Who can access the data:
- the Data controller’s colleagues;
- the Data Processing colleagues as specified below;
- some authorities may request information in the course of official procedures and the data controller is obliged to provide them the data;
- employees of the debt management company entrusted by the Data Controller to handle the expired debts;
- other persons on the basis of the express consent of the data subject.
The Data controller undertakes a strict confidentiality obligation with respect to the personal data he or she manages without any restriction on time, and may not be disclosed to a third party – except when the data subject gives permission.
The revocation of the consent does not affect the legitimacy of the previous data handling.
- Persons entitled to data processing
The Data controller uses the data processors listed in the table below to perform the technical tasks related to the data management operations. The rights and obligations of the data processor regarding the processing of personal data are determined by the Data Controller within the framework of the GDPR and the special laws on data management. The data controller is responsible for the legality of the instructions given by him. The data processor may not make any substantive decision on data management, process personal data that he or she is aware of, only processed by the Data Controller, for the purpose of processing data for his own purposes, and for storing and retaining personal data according to the provisions of the Data Controller.

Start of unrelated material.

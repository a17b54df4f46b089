/** The words and rows that terminal, sheet and window show alike. */
@NullMarked
package perveance.app.wording;

import org.jspecify.annotations.NullMarked;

|Data processors’ name and address||Personal data recognized by the data processor, and activities performed during data processing|
|EZIT Korlátolt Felelősségű Társaság
Address: 1132 Budapest, Victor Hugo utca 18-22.
|Personal information provided by the Data Subject.
Has access to all personal data handled by the data controller on the basis of this notice. The task is to store personal data handled by the Data Controller.
(seat: 2500 Esztergom Lombos út 6/A)
|Responsible for bookkeeping, access for the necessary dates.|
|Google LLC. (USA, Google Data Protection Office, 1600 Amphitheatre Pkwy Mountain View, California 94043 – Google Analytics)||Google Analytics can provide detailed information about how Google Analytics can handle this data (http://www.google.com/analytics)|
- Cookies and web beacons, anonymous informations through the use of our websites
The data subject agrees to insert the file (cookie) containing data on the data subject machine. Cookies are designed to identify recurring people, support Affected Services, and support the convenience of a website.
The Data Controller uses the cookies of external service providers (Google) exclusively on the Website. Cookies are short text files that are sent by the Website to the hard disk of the data subject computer and contain relevant information about the data subject.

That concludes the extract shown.